Solitamente l’iter diagnostico comincia dal medico di medicina generale, che vi visita e vi fa domande sulla storia familiare e sulle condizioni generali. Dopo la visita, se lo ritiene opportuno, può suggerirvi di consultare un senologo per una più approfondita valutazione ed eventuale esecuzione di ulteriori esami. Tuttavia, grazie al programma di prevenzione, molto spesso la diagnosi avviene grazie all’esame mammografico in donne asintomatiche.

Le metodiche descritte brevemente di seguito servono tutte per formulare la diagnosi e il medico può decidere di sottoporvi a uno solo o a più di questi esami strumentali.

Mammografia: tecnica radiologica che è il migliore metodo di diagnosi per le donne di oltre 50 anni.

Ecografia: tecnica radiologica che utilizza le riflessioni di un fascio di ultrasuoni per formare un’immagine degli organi interni del corpo. Oltre a stabilire la natura di un nodulo, consente di differenziare i noduli solidi dalle cisti. Una piccola sonda ecografica emette un fascio di ultrasuoni, le cui riflessioni sono convertite in immagini tramite un computer. All'interno della sonda è possibile collocare un dispositivo che permette di visualizzare i vasi sanguigni e il flusso del sangue al loro interno. Ciò è molto utile perché la presenza di un tumore modifica il flusso sanguigno. L’ecografia è indolore e dura solo pochi minuti.
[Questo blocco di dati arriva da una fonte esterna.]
package stirwright.correlation;

import static org.junit.jupiter.api.Assertions.assertEquals;

import org.junit.jupiter.params.ParameterizedTest;
import org.junit.jupiter.params.provider.CsvSource;

class FiguresTest {

    @ParameterizedTest
    @CsvSource({
        "0.33333333, 0.3333", "100, 100", "51850, 51850", "123456, 123500", "0, 0", "-0.5, -0.5",
        "1e6, 1e6", "12345678, 1.235e7", "0.00012, 0.00012", "0.00001234, 1.234e-5",
    })
    void showsFourSignificantDigits(double value, String expected) {
        assertEquals(expected, Figures.show(value));
    }

    @ParameterizedTest
    @CsvSource({"2.512, 2.512", "-0.195, -0.195", "8, 8", "896000, 896000", "1.69, 1.69", "0.1, 0.1"})
    void exactKeepsEveryDigitThatWasWritten(double value, String expected) {
        assertEquals(expected, Figures.exact(value));
    }

    @ParameterizedTest
    @CsvSource({"NaN, unknown", "Infinity, unbounded", "-Infinity, minus unbounded"})
    void saysWhatIsNoNumber(double value, String expected) {
        assertEquals(expected, Figures.show(value));
    }
}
Nelle donne giovani con mammelle a componente prevalentemente ghiandolare, l’ecografia esegue una valutazione più accurata della mammografia.

Risonanza magnetica nucleare (RMN): tecnica radiologica che utilizza i campi magnetici per elaborare immagini dettagliate delle strutture interne dell’organismo. Per la migliore riuscita è indispensabile rimanere sdraiate e ferme quanto più possibile sul lettino che si trova all’interno di un cilindro di metallo. Prima di entrare nel cilindro è necessario rimuovere ogni oggetto metallico. I portatori di pacemaker o altri tipi di clip metalliche chirurgiche non possono sottoporsi alla RMN a causa dei campi magnetici. Se si soffre di claustrofobia, è opportuno informare il medico. L’intera procedura può richiedere fino a un’ora ed è indolore. Talvolta, per ottenere immagini più chiare, viene iniettato per via endovenosa un mezzo di contrasto.

Agobiopsia: procedura che permette di prelevare dal nodulo mammario alcuni campioni di tessuto utilizzando un ago di calibro più grande di quello usato per l’agoaspirato (v. sotto). Si può effettuare talvolta in anestesia locale. Il materiale prelevato è analizzato in laboratorio da un patologo. Dopo l’esame, nell’area sede del prelievo possono formarsi uno o più ematomi – in funzione del numero di prelievi eseguiti. Gli ematomi scompaiono entro un paio di settimane.

Agoaspirato: procedura ambulatoriale semplice e di breve durata che permette di prelevare dal nodulo mammario (o, più spesso, da un linfonodo ascellare ingrossato) un campione di cellule utilizzando un ago sottile e una siringa. Il materiale prelevato è analizzato in laboratorio per stabilirne la natura. Essendo la mammella sensibile, la procedura può risultare leggermente fastidiosa. Generalmente il prelievo è effettuato sotto controllo radiografico o ecografico in modo che il medico abbia la certezza di averlo eseguito all’interno della lesione.

Analisi del sangue: servono per controllare le condizioni generali.

Biopsia escissionale: asportazione chirurgica dell’intero nodulo, che viene poi analizzato in laboratorio. Si esegue in anestesia generale o locale; può richiedere il ricovero per una notte, ma in alcuni centri si effettua come intervento ambulatoriale (o di day surgery).